» WHAT YOU WILL DO:
Reproduce the entries below exactly, but only from the line containing "of stages killed" to the line containing "import argparse", inclusive.

» RECORDS TO PROCESS:
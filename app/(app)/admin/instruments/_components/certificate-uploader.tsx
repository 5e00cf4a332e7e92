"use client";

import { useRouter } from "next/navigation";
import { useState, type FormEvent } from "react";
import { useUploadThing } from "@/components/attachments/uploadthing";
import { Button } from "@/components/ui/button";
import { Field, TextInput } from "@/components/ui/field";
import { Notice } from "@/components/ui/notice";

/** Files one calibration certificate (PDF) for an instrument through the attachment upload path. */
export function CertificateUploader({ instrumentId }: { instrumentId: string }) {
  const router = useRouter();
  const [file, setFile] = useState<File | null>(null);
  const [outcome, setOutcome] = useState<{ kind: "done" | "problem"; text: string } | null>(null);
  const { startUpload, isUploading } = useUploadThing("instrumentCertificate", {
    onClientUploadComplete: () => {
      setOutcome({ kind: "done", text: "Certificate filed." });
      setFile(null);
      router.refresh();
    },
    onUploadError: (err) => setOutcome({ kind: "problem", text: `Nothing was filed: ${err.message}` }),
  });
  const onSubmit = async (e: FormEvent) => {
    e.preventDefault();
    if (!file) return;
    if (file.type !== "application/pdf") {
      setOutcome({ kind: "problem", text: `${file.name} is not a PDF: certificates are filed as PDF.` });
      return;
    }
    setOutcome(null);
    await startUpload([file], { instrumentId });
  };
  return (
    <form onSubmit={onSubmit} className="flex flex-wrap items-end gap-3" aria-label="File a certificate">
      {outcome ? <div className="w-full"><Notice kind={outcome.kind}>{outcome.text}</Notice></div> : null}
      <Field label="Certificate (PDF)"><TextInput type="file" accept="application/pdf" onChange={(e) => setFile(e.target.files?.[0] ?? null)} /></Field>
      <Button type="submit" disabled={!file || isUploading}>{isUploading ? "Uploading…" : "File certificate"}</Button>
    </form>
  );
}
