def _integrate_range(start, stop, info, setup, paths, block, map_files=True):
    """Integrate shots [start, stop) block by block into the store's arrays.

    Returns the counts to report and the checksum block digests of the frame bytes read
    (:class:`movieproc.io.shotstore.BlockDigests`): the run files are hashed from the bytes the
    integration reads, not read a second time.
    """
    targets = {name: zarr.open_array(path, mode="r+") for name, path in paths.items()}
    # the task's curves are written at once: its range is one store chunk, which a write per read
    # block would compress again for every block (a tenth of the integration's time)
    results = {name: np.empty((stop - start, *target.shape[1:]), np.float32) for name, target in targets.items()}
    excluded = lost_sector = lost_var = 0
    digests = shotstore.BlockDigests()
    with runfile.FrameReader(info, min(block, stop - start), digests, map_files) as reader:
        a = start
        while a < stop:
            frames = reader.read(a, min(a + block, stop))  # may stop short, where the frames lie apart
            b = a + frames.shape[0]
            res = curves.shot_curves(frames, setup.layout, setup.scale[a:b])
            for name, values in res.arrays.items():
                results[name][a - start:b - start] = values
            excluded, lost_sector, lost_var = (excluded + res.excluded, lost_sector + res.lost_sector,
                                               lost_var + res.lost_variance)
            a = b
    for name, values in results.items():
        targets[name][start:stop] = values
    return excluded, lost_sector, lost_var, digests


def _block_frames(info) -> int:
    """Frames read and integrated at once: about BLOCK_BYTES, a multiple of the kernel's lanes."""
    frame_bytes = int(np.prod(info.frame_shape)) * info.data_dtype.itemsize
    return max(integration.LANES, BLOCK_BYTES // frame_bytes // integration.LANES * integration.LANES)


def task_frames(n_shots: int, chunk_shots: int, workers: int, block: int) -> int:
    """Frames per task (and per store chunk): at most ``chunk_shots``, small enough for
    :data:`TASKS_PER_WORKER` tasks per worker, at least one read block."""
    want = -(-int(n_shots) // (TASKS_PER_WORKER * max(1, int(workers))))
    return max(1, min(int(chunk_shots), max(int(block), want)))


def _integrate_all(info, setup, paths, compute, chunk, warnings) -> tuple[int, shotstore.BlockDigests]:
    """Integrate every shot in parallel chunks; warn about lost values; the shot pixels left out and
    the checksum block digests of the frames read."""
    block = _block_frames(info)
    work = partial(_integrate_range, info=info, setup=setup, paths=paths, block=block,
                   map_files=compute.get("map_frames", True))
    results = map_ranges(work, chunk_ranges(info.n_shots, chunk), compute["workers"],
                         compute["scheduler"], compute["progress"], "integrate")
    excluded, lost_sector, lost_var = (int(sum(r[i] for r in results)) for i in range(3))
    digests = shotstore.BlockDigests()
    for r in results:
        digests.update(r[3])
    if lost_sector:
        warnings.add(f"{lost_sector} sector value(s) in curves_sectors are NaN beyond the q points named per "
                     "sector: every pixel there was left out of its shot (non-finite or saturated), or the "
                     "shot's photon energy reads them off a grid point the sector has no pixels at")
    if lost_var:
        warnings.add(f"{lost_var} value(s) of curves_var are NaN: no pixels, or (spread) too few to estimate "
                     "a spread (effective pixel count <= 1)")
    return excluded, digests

---

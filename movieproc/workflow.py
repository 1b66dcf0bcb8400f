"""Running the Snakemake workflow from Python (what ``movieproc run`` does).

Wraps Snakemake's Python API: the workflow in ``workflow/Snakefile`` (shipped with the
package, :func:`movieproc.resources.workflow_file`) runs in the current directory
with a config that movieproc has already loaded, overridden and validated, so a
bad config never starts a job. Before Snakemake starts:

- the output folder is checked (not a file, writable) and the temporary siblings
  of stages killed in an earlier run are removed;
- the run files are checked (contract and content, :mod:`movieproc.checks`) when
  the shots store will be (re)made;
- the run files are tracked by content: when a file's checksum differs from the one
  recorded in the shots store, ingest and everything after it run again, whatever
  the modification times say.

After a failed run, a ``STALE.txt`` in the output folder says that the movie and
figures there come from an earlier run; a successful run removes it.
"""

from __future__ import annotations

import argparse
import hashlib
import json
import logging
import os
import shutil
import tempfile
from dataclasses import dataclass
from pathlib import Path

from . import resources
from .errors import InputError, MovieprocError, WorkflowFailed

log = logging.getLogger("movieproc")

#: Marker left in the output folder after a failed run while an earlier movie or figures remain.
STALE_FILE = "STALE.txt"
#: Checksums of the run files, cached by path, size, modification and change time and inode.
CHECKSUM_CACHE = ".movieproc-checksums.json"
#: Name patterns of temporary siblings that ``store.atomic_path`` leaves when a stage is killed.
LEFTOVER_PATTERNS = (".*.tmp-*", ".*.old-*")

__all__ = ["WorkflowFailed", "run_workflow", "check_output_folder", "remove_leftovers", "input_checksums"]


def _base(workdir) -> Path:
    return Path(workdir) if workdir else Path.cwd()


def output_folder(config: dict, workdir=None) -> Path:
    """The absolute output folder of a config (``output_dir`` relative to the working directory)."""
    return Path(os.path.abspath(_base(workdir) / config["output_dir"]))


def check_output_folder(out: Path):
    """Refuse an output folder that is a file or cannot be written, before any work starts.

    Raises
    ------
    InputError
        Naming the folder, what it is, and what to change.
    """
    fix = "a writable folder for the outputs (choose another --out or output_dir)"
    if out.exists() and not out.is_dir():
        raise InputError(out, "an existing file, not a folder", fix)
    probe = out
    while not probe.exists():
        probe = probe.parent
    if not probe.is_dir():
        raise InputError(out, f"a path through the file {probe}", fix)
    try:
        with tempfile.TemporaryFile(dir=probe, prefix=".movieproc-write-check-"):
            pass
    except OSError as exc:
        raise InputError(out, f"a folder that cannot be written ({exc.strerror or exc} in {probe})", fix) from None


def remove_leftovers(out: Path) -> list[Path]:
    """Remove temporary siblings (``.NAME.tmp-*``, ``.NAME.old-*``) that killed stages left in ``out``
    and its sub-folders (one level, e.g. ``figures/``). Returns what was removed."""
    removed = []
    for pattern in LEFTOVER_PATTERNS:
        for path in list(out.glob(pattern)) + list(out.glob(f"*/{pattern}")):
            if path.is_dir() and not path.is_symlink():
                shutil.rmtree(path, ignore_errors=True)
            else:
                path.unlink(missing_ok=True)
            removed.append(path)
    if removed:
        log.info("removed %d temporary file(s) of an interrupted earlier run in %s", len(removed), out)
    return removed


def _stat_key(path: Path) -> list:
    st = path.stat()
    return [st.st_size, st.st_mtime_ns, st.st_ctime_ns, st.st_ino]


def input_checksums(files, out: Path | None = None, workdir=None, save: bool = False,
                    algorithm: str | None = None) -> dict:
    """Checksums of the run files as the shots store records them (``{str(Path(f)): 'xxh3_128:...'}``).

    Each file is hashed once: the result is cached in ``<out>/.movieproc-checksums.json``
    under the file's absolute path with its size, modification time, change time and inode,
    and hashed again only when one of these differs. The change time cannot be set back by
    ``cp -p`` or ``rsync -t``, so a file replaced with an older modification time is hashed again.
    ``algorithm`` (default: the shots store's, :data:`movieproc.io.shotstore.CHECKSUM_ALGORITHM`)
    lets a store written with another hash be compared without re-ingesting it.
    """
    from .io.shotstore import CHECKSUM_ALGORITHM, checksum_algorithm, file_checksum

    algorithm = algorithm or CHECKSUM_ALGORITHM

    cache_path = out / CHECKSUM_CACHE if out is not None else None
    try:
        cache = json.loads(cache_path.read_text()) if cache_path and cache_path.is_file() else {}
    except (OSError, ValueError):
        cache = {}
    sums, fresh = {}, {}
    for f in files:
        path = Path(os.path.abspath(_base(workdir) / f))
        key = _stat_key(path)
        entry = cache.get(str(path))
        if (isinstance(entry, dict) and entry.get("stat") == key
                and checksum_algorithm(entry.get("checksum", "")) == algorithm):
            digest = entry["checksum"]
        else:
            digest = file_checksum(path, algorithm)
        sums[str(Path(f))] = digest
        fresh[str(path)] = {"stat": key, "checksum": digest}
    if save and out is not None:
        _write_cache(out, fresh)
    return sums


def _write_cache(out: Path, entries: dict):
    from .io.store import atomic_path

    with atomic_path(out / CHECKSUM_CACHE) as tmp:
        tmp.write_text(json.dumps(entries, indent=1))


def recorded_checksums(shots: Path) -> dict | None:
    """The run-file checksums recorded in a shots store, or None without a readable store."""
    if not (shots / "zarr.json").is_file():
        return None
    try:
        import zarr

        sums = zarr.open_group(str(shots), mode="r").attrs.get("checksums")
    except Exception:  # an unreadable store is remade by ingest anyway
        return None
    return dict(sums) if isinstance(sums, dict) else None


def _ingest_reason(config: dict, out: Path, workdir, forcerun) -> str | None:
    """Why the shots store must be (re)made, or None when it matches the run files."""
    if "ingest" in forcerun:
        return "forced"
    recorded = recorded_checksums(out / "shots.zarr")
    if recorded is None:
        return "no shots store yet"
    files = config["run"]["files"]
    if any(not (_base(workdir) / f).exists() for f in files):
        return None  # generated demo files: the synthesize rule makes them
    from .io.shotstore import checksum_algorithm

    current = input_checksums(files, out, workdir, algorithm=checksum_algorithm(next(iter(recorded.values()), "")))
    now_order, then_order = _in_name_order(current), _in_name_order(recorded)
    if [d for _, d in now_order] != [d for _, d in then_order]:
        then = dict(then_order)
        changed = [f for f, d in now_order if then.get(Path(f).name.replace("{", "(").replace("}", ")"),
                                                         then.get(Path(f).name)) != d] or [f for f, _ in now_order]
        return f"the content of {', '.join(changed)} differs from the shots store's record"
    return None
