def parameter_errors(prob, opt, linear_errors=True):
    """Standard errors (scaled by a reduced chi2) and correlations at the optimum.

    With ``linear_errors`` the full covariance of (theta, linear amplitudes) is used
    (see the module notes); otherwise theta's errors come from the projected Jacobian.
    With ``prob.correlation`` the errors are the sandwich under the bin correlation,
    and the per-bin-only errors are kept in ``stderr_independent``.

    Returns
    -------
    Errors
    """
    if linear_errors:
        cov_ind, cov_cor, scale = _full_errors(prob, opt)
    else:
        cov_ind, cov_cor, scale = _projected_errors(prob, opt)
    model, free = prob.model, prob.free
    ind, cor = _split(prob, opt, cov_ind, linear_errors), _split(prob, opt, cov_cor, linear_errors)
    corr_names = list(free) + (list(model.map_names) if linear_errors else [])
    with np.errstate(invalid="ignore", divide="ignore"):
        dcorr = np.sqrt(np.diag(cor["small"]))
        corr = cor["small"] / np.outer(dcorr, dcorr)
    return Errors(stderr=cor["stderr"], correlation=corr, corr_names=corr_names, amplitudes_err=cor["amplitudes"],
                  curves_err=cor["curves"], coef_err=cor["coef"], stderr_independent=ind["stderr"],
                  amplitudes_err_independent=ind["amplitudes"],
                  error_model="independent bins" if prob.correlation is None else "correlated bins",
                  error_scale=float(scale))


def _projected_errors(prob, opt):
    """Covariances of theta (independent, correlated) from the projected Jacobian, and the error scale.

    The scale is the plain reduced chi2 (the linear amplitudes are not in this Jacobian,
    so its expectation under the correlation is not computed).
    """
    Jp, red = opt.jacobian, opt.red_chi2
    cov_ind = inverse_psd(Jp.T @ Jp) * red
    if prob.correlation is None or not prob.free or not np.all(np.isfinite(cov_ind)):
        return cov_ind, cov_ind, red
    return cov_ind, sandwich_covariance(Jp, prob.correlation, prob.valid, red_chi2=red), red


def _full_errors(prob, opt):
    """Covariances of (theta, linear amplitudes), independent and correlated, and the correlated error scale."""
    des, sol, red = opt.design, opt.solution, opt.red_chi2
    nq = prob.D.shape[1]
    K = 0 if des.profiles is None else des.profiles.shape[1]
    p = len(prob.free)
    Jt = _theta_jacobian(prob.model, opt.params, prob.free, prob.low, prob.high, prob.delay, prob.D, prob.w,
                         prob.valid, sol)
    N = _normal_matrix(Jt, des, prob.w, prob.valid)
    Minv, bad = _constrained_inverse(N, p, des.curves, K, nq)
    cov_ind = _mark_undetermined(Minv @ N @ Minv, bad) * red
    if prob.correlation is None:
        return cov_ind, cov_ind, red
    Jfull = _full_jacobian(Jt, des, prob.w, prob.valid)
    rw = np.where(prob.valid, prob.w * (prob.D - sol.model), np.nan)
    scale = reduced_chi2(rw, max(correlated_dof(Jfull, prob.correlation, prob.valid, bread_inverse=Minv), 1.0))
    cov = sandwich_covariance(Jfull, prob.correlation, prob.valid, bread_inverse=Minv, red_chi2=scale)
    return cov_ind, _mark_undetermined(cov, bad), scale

» REPLY:
  of stages killed in an earlier run are removed;
- the run files are checked (contract and content, :mod:`movieproc.checks`) when
  the shots store will be (re)made;
- the run files are tracked by content: when a file's checksum differs from the one
  recorded in the shots store, ingest and everything after it run again, whatever
  the modification times say.

After a failed run, a ``STALE.txt`` in the output folder says that the movie and
figures there come from an earlier run; a successful run removes it.
"""

from __future__ import annotations

import argparse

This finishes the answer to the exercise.